*** DATA SUPPLIED Section Begins ***

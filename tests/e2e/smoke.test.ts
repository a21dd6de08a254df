// Browser smoke test: the built site, served by the real server against the
// seeded test database (the runner sets E2E_BASE_URL). Checks the demo data
// described in DEVELOPERS.md ("Demo accounts"): invented scenario data, so
// the expectations are facts of this project, not of any outside source.
import path from 'node:path';
import { afterAll, beforeAll, describe, expect, it } from 'vitest';
import type { Browser, Page } from 'playwright-core';
import { baseURL, artifacts, courseTitle, descriptionOf, launchBrowser, submitSignIn } from './helpers.js';
import axe from 'axe-core';


let browser: Browser;

beforeAll(async () => {
  browser = await launchBrowser();
});

afterAll(async () => {
  await browser?.close();
});

async function signIn(email: string): Promise<Page> {
  const context = await browser.newContext({ baseURL, viewport: { width: 1280, height: 860 } });
  const page = await context.newPage();
  const failures: string[] = [];
  page.on('pageerror', (e) => failures.push(e.message));
  await page.goto('/');
  await page.getByRole('heading', { name: 'Sign in' }).waitFor();
  await submitSignIn(page, email);
  await page.getByRole('heading', { name: 'Your courses' }).waitFor();
  expect(failures).toEqual([]);
  return page;
}

interface AxeFinding {
  id: string;
  impact: string | null;
  help: string;
  nodes: string[];
}

/**
 * Run axe-core (the installed package, injected into the page) over the whole document.
 * Injected through page.evaluate, which is not subject to the site's Content-Security-Policy.
 */
async function runAxe(page: Page): Promise<{ violations: AxeFinding[]; passes: AxeFinding[] }> {
  await page.evaluate(`${axe.source};\nundefined`);
  return page.evaluate(async () => {
    const w = window as unknown as { axe: typeof axe };
    const r = await w.axe.run(document, { resultTypes: ['violations', 'passes'] });
    const brief = (list: typeof r.violations) =>
      list.map((v) => ({ id: v.id, impact: v.impact ?? null, help: v.help, nodes: v.nodes.map((n) => n.target.join(' ')) }));
    return { violations: brief(r.violations), passes: brief(r.passes) };
  });
}

const isFocused = (page: Page, label: string) => page.getByLabel(label, { exact: true }).evaluate((el) => el === document.activeElement);

describe('browser smoke test', () => {
  it('shows a clear error for a wrong password and stays on the sign-in page', async () => {
    const context = await browser.newContext({ baseURL });
    const page = await context.newPage();
    await page.goto('/');
    await page.getByLabel('E-mail').fill('mara@modewright.test');
    await page.getByLabel('Password').fill('not-the-password');
    await page.getByRole('button', { name: 'Sign in' }).click();
    const alert = page.getByRole('alert');
    await alert.waitFor();
    expect(await alert.innerText()).toMatch(/could not sign you in/i);
    expect(await page.getByRole('heading', { name: 'Your courses' }).count()).toBe(0);
    await context.close();
  });

  it('instructor sees the course with her role, the members table and the join code', async () => {
    const page = await signIn('mara@modewright.test');
    await expect.poll(() => page.getByRole('banner').innerText()).toContain('Mara Lindqvist');

    const row = page.getByRole('link', { name: new RegExp(courseTitle) });
    await row.waitFor();
    expect(await row.innerText()).toContain('Instructor');
    await page.screenshot({ path: path.join(artifacts, 'course-list.png'), fullPage: true });

    await row.click();
    await page.getByRole('heading', { name: courseTitle, level: 1 }).waitFor();
    const table = page.getByRole('table', { name: 'Course members' });
    await table.waitFor();
    const rows = table.locator('tbody tr');
    await expect.poll(() => rows.count()).toBeGreaterThan(2);
    const text = await table.innerText();
    expect(text).toContain('Teaching assistant');
    expect(text).toContain('Student');
    expect(text).toContain('Tomasz Wrenfield');
    expect(text).toContain('Priya Halvorsen');

    // The join code panel belongs to instructors.
    expect(await page.locator('#join-code-value').innerText()).toBe('ORBIT-4821');

    // Filtering narrows the table to the matching people.
    await page.getByLabel('Filter members').fill('priya');
    await expect.poll(() => rows.count()).toBe(1);
    expect(await rows.first().innerText()).toContain('priya@modewright.test');
    await page.getByLabel('Filter members').fill('');
    await expect.poll(() => rows.count()).toBeGreaterThan(2);

    // Accessibility (axe-core): nothing serious or critical, and every button's accessible
    // name contains its visible text (label-content-name-mismatch, WCAG 2.5.3), which the
    // "Allow to teach…" buttons of the members table are checked against.
    const teach = page.getByRole('button', { name: 'Allow to teach: Priya Halvorsen' });
    expect(await teach.innerText()).toBe('Allow to teach…');
    const { violations, passes } = await runAxe(page);
    const serious = violations.filter((v) => v.impact === 'serious' || v.impact === 'critical' || v.id === 'label-content-name-mismatch');
    expect(serious).toEqual([]);
    const checked = passes.find((p) => p.id === 'label-content-name-mismatch');
    expect(checked?.nodes.length ?? 0).toBeGreaterThan(2);

    await page.screenshot({ path: path.join(artifacts, 'course-page.png'), fullPage: true });
    await page.context().close();
  });

  it('an instructor changes a role from the members table after a confirm step; the person sees it; a refusal shows under the row', async () => {
    const mara = await signIn('mara@modewright.test');
    await mara.getByRole('link', { name: new RegExp(courseTitle) }).click();
    const table = mara.getByRole('table', { name: 'Course members' });
    await table.waitFor();
    // Her own row has no control (the API refuses one's own role); everyone else's has one.
    expect(await mara.getByRole('combobox', { name: 'Role of Mara Lindqvist' }).count()).toBe(0);

    // Choosing a role only asks; the question says who and what changes.
    await mara.getByRole('combobox', { name: 'Role of Tomasz Wrenfield' }).selectOption({ label: 'Instructor' });
    const confirm = mara.getByRole('group', { name: 'Make Tomasz Wrenfield an instructor?' });
    await confirm.waitFor();
    expect(await confirm.innerText()).toMatch(/Now teaching assistant\. Instructors can do everything in the course/);
    const { violations } = await runAxe(mara);
    expect(violations.filter((v) => v.impact === 'serious' || v.impact === 'critical' || v.id === 'label-content-name-mismatch')).toEqual([]);
    await mara.screenshot({ path: path.join(artifacts, 'role-change-confirm.png'), fullPage: true });
    await confirm.getByRole('button', { name: /^Change role/ }).click();
    await mara.getByRole('status').filter({ hasText: 'Tomasz Wrenfield is now an instructor.' }).waitFor();
    expect(await mara.getByRole('combobox', { name: 'Role of Tomasz Wrenfield' }).inputValue()).toBe('instructor');

    // As Tomasz sees it: instructor on the course list and the course page, with the instructor's tools.
    const tomasz = await signIn('tomasz@modewright.test');
    const row = tomasz.getByRole('link', { name: new RegExp(courseTitle) });
    expect(await row.innerText()).toContain('Instructor');
    await row.click();
    await tomasz.locator('#join-code-value').waitFor();
    expect(await tomasz.getByText(/^You are/).innerText()).toMatch(/You are\s+Instructor/);
    await tomasz.getByRole('combobox', { name: 'Role of Mara Lindqvist' }).waitFor();

    // Tomasz makes Mara a teaching assistant (over the API); her page still offers the controls, and the
    // API's refusal appears under the row she tried to change, in words; her own role then refreshes.
    const post = async (page: Page, url: string, body: object) => {
      const { token } = (await (await page.request.get('/api/csrf')).json()) as { token: string };
      return page.request.post(url, { data: body, headers: { 'x-csrf-token': token } });
    };
    const courseId = Number(/\/courses\/(\d+)/.exec(tomasz.url())![1]);
    const { members } = (await (await tomasz.request.get(`/api/courses/${courseId}/members`)).json()) as { members: { userId: number; email: string }[] };
    const idOf = (email: string) => members.find((m) => m.email === email)!.userId;
    expect((await post(tomasz, `/api/courses/${courseId}/members/${idOf('mara@modewright.test')}/role`, { role: 'teaching_assistant' })).status()).toBe(200);
    await mara.getByRole('combobox', { name: 'Role of Inés Calloway' }).selectOption({ label: 'Student' });
    await mara.getByRole('group', { name: 'Make Inés Calloway a student?' }).getByRole('button', { name: /^Change role/ }).click();
    const refusal = mara.getByRole('alert').filter({ hasText: 'Role of Inés Calloway not changed' });
    await refusal.waitFor();
    expect(await refusal.innerText()).toContain('Your role in this course does not allow this');
    await expect.poll(() => mara.getByText(/^You are/).innerText()).toMatch(/You are\s+Teaching assistant/);
    expect(await mara.getByRole('combobox', { name: /^Role of / }).count()).toBe(0);
    expect(await refusal.isVisible()).toBe(true);
    await mara.screenshot({ path: path.join(artifacts, 'role-change-refused.png'), fullPage: true });

    // Back as it was, for the other tests: Mara instructor (by Tomasz), Tomasz teaching assistant (by Mara).
    expect((await post(tomasz, `/api/courses/${courseId}/members/${idOf('mara@modewright.test')}/role`, { role: 'instructor' })).status()).toBe(200);
    expect((await post(mara, `/api/courses/${courseId}/members/${idOf('tomasz@modewright.test')}/role`, { role: 'teaching_assistant' })).status()).toBe(200);
    await mara.context().close();
    await tomasz.context().close();
  });

  it('forms show their problems next to the field, focus the first, and place the server\'s field messages too', async () => {
    const page = await signIn('mara@modewright.test');
    const create = page.getByRole('button', { name: 'Create course' });

    // Checked in the browser by the API's own schema: every field named, focus on the first.
    await create.click();
    await expect.poll(() => descriptionOf(page, 'Title')).toBe('A title needs at least 3 characters');
    expect(await isFocused(page, 'Title')).toBe(true);
    expect(await page.getByLabel('Title', { exact: true }).getAttribute('aria-invalid')).toBe('true');
    expect(await descriptionOf(page, 'Course code')).toMatch(/^As in your timetable \| ./);
    expect(await descriptionOf(page, 'Term')).toMatch(/^e\.g\. Autumn 2027 \| ./);

    // A clash only the server knows (409): its field message sits under the code, which gets focus.
    await page.getByLabel('Title', { exact: true }).fill('Studio again');
    await page.getByLabel('Course code', { exact: true }).fill('dds-301');
    await page.getByLabel('Term', { exact: true }).fill('winter 2027');
    await expect.poll(() => descriptionOf(page, 'Title')).toBe('');
    await create.click();
    await expect.poll(() => descriptionOf(page, 'Course code')).toBe('As in your timetable | You already teach dds-301 in winter 2027');
    await expect.poll(() => isFocused(page, 'Course code')).toBe(true);
    expect(await page.getByLabel('Course code', { exact: true }).getAttribute('aria-invalid')).toBe('true');
    expect(await page.getByRole('alert').count()).toBe(0);

    // Join: the schema's message for a short code, then the server's 404 in a banner.
    await page.getByLabel('Join code', { exact: true }).fill('ab');
    await page.getByRole('button', { name: 'Join course' }).click();
    await expect.poll(() => descriptionOf(page, 'Join code')).toMatch(/\| Enter the join code your instructor gave you$/);
    expect(await isFocused(page, 'Join code')).toBe(true);
    await page.getByLabel('Join code', { exact: true }).fill('nope-0000');
    await page.getByRole('button', { name: 'Join course' }).click();
    await expect.poll(async () => (await page.getByRole('alert').allInnerTexts()).join(' ')).toMatch(/No course has that join code/);
    await page.screenshot({ path: path.join(artifacts, 'course-forms-errors.png'), fullPage: true });

    // Change password: every problem at once, focus on the first; nothing is sent.
    await page.goto('/account');
    await page.getByRole('heading', { name: 'Change password' }).waitFor();
    await page.getByLabel('New password', { exact: true }).fill('short');
    await page.getByLabel('New password again', { exact: true }).fill('shorter');
    await page.getByRole('button', { name: 'Change password' }).click();
    await expect.poll(() => descriptionOf(page, 'Current password')).toBe('Enter your current password');
    expect(await descriptionOf(page, 'New password')).toBe('At least 10 characters. A few unrelated words work well. | A password needs at least 10 characters');
    expect(await descriptionOf(page, 'New password again')).toBe('The two new passwords are not the same');
    expect(await isFocused(page, 'Current password')).toBe(true);

    // A wrong current password comes back from the server (400 with details) next to its field.
    await page.getByLabel('Current password', { exact: true }).fill('not-my-password');
    await page.getByLabel('New password', { exact: true }).fill('a brand new passphrase');
    await page.getByLabel('New password again', { exact: true }).fill('a brand new passphrase');
    await page.getByRole('button', { name: 'Change password' }).click();
    await expect.poll(() => descriptionOf(page, 'Current password')).toBe('Your current password is not right');
    await expect.poll(() => isFocused(page, 'Current password')).toBe(true);
    await page.screenshot({ path: path.join(artifacts, 'change-password-errors.png'), fullPage: true });
    await page.context().close();
  });

  it('student sees her own enrollment and no members table', async () => {
    const page = await signIn('priya@modewright.test');
    const row = page.getByRole('link', { name: new RegExp(courseTitle) });
    await row.waitFor();
    expect(await row.innerText()).toContain('Student');
    await row.click();
    await page.getByRole('heading', { name: 'Your enrollment' }).waitFor();
    const card = page.locator('section', { has: page.getByRole('heading', { name: 'Your enrollment' }) });
    expect(await card.innerText()).toMatch(/Role\s+Student/);
    expect(await card.innerText()).toMatch(/Enrolled since\s+\d{1,2} [A-Z][a-z]{2} \d{4}/);
    // No members table (the assignments list is the only table a student sees), no other member's address, no join code.
    expect(await page.getByRole('heading', { name: 'Members' }).count()).toBe(0);
    expect(await page.getByText(/@modewright\.test/).count()).toBe(0);
    expect(await page.locator('#join-code-value').count()).toBe(0);
    await page.screenshot({ path: path.join(artifacts, 'student-course-page.png'), fullPage: true });

    // Signing out returns to the sign-in page.
    await page.getByRole('button', { name: 'Sign out' }).click();
    await page.getByRole('heading', { name: 'Sign in' }).waitFor();
    await page.context().close();
  });
});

*** DATA SUPPLIED Section Ends ***

WORK INSTRUCTION: Retype the first line of the entries and every line after it, please, through the line that contains "scenario data, so". Add nothing.

RESULT OF THIS TASK:
filename tests/e2e/smoke.test.ts
repository a21dd6de08a254df
// Browser smoke test: the built site, served by the real server against the
// seeded test database (the runner sets E2E_BASE_URL). Checks the demo data
// described in DEVELOPERS.md ("Demo accounts"): invented scenario data, so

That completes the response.